The cadefault parameter is ignored.

This function always returns an object which can work as a context manager and has the properties url, headers, and status. See urllib.response.addinfourl for more detail on these properties.

For HTTP and HTTPS URLs, this function returns a http.client.HTTPResponse object slightly modified. In addition to the three new methods above, the msg attribute contains the same information as the reason attribute — the reason phrase returned by the server — instead of the response headers as it is specified in the documentation for HTTPResponse.

For FTP, file, and data URLs and requests explicitly handled by legacy URLopener and FancyURLopener classes, this function returns a urllib.response.addinfourl object.

Note that None may be returned if no handler handles the request (though the default installed global OpenerDirector uses UnknownHandler to ensure this never happens).

In addition, if proxy settings are detected (for example, when a *_proxy environment variable like http_proxy is set), ProxyHandler is default installed and makes sure the requests are handled through the proxy.

urllib.request.urlretrieve(url, filename=None, reporthook=None, data=None)#

Retrieve a URL into a temporary location on disk.
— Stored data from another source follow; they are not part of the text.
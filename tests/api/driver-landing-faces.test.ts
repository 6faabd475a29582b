import { afterAll, beforeAll, describe, expect, it } from 'vitest';
import { orderDetailSchema } from '../../shared/schemas/order.schema';
import { driverDaySchema } from '../../shared/schemas/run.schema';
import { makeUser } from '../setup/factories';
import { contractorWithEstimate, loadRunOf, merchantWithCatalogue, orderBody, type TestMerchant } from '../setup/order-scenario';
import { signIn } from '../setup/scenario';
import { createTestApp, type Client, type TestApp } from '../setup/test-app';

let t: TestApp;
beforeAll(async () => {
  t = await createTestApp({ LOGIN_RATE_LIMIT: '1000' });
});
afterAll(async () => t.close());

let lorryNo = 0;

/** A crane lorry with a run today (the firm's calendar), driven by the merchant's driver. */
async function runToday(m: TestMerchant) {
  const yard = await signIn(t.app, m.dispatcherEmail);
  const l = await yard.post(`/api/branches/${m.branchId}/lorries`, {
    registration: `RL-LF${String(++lorryNo).padStart(2, '0')}`,
    name: 'Crane rigid',
    payload_kg: 26000,
    pallet_slots: 26,
    has_crane: true,
    crane_max_kg: 2000,
  });
  expect(l.status, JSON.stringify(l.body)).toBe(201);
  const s = await yard.post(`/api/branches/${m.branchId}/slots`, { lorry_id: l.body.id, date: t.config.calendar.today(), time_window: '00:00-23:59' });
  expect(s.status, JSON.stringify(s.body)).toBe(201);
  expect((await yard.patch(`/api/slots/${s.body.id}`, { driver_id: m.driverId })).status).toBe(200);
  return { yard, slotId: s.body.id as number };
}

/** An order of a new contractor (the gable schedule: House Front and Back) confirmed onto the run and sent out. */
async function dropOnRun(m: TestMerchant, run: { yard: Client; slotId: number }, method: 'ground' | 'roof') {
  const k = await contractorWithEstimate(t, m);
  const placed = orderDetailSchema.parse((await k.c.post('/api/orders', orderBody(k, m, { requested_date: t.config.calendar.today(), delivery_method: method }))).body);
  const desk = await signIn(t.app, m.salesEmail);
  expect((await desk.post(`/api/orders/${placed.id}/confirm`, { slot_id: run.slotId })).status).toBe(200);
  await loadRunOf(run.yard, placed.id);
  expect((await run.yard.post(`/api/orders/${placed.id}/dispatch`)).status).toBe(200);
  return { k, orderId: placed.id };
}

describe("the driver's day carries what the phone needs to draw each crane drop's faces", () => {
  it("gives the driver, for each face a pallet serves, the face's shape and the engine's stacks, and the roof system, though the driver cannot read the estimate", async () => {
    const m = await merchantWithCatalogue(t);
    const run = await runToday(m);
    const lift = await dropOnRun(m, run, 'roof');
    const second = await dropOnRun(m, run, 'roof');
    const ground = await dropOnRun(m, run, 'ground');
    const driver = await signIn(t.app, m.driverEmail);
    const res = await driver.get('/api/driver/runs');
    expect(res.status).toBe(200);
    const day = driverDaySchema.parse(res.body);
    expect(day.runs).toHaveLength(1);
    const [r] = day.runs;
    const drop = r.drops.find((d) => d.order_id === lift.orderId)!;
    const estimate = lift.k.estimate as { id: number; system_input: unknown; result: { faces: { building: string; face: string; stacks: number; stacks_by_row: number[]; tiles: number }[] } };

    const faces = drop.landing_plan.filter((f) => f.face !== 'spare');
    expect(faces.map((f) => f.face).sort()).toEqual(['Back', 'Front']);
    for (const f of faces) {
      expect(f.drawing, `${f.face} has its drawing`).not.toBeNull();
      // The shape is the schedule row as imported (House,Front|Back,1,40,5000,8000,verge,verge,ridge): a
      // rectangle between verges, so the top is as long as the eaves.
      expect(f.drawing!.shape).toEqual({ eaves_mm: 8000, top_mm: 8000, rafter_mm: 5000, pitch_deg: 40, left: 'verge', right: 'verge', top: 'ridge' });
      expect(f.drawing!.openings).toEqual([]);
      // The engine's own figures for that face, as the estimate stored them.
      expect(f.drawing!.result).toEqual(estimate.result.faces[f.estimate_face_index!]);
      expect(f.drawing!.result.face).toBe(f.face);
      // Stacks of six on every second batten (common practice; the roof system's loading), every stack placed.
      const { result } = f.drawing!;
      expect(result.stacks).toBe(Math.ceil(result.tiles / 6));
      expect(result.stacks_by_row.reduce((s, n) => s + n, 0)).toBe(result.stacks);
      expect(result.stacks_by_row).toHaveLength(Math.floor(result.courses / 2));
    }
    // Both slopes alike, so they are loaded in step.
    expect(faces[0].drawing!.result.stacks_by_row).toEqual(faces[1].drawing!.result.stacks_by_row);
    expect(drop.roof_system).toEqual(estimate.system_input);
    expect(drop.roof_system!.roof_loading).toEqual({ stack_size: 6, every_nth_batten: 2 });
    // A ground drop lands nothing on the roof: no plan, no system.
    const onGround = r.drops.find((d) => d.order_id === ground.orderId)!;
    expect(onGround.landing_plan).toEqual([]);
    expect(onGround.roof_system).toBeNull();
    expect(r.drops.find((d) => d.order_id === second.orderId)!.landing_plan.every((f) => f.face === 'spare' || f.drawing !== null)).toBe(true);

    // The working-at-height and roof-loading cautions come once for the run, though two drops are crane lifts.
    expect(r.cautions.filter((c) => /work at height/i.test(c))).toHaveLength(1);
    expect(r.cautions.filter((c) => /^Load the roof evenly/.test(c))).toHaveLength(1);
    expect(r.cautions.filter((c) => /lorry crane needs a lift plan/.test(c)).length).toBeGreaterThanOrEqual(1);
    expect(new Set(r.cautions).size).toBe(r.cautions.length);

    // The estimate itself stays the contractor's: the driver is refused it.
    expect([403, 404]).toContain((await driver.get(`/api/estimates/${estimate.id}`)).status);
  });

  it("refuses another driver the run and its face drawings, and another merchant's dispatcher the driver", async () => {
    const m = await merchantWithCatalogue(t);
    const run = await runToday(m);
    await dropOnRun(m, run, 'roof');
    const other = await signIn(t.app, (await makeUser(t.db, m.organisationId, 'driver')).email);
    // Their own day has no runs, so no faces of this one.
    const own = await other.get('/api/driver/runs');
    expect(own.status).toBe(200);
    expect(driverDaySchema.parse(own.body).runs).toEqual([]);
    // Asking for the assigned driver's day by name is refused.
    const asked = await other.get(`/api/driver/runs?driver_id=${m.driverId}`);
    expect(asked.status).toBe(403);
    expect(JSON.stringify(asked.body)).not.toMatch(/stacks_by_row|roof_system/);
    // Another merchant's dispatcher finds no such driver.
    const elsewhere = await merchantWithCatalogue(t);
    const foreign = await (await signIn(t.app, elsewhere.dispatcherEmail)).get(`/api/driver/runs?driver_id=${m.driverId}`);
    expect(foreign.status).toBe(404);
    expect(JSON.stringify(foreign.body)).not.toMatch(/stacks_by_row|roof_system/);
  });
});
Requires a URL argument. If a filename is passed, it is used as the temporary file location. The reporthook argument should be a callable that accepts a block number, a read size, and the total file size of the URL target. The data argument should be valid URL encoded data.

If a filename is passed and the URL points to a local resource, the result is a copy from local file to new file.

Returns a tuple containing the path to the newly created data file as well as the resulting HTTPMessage object.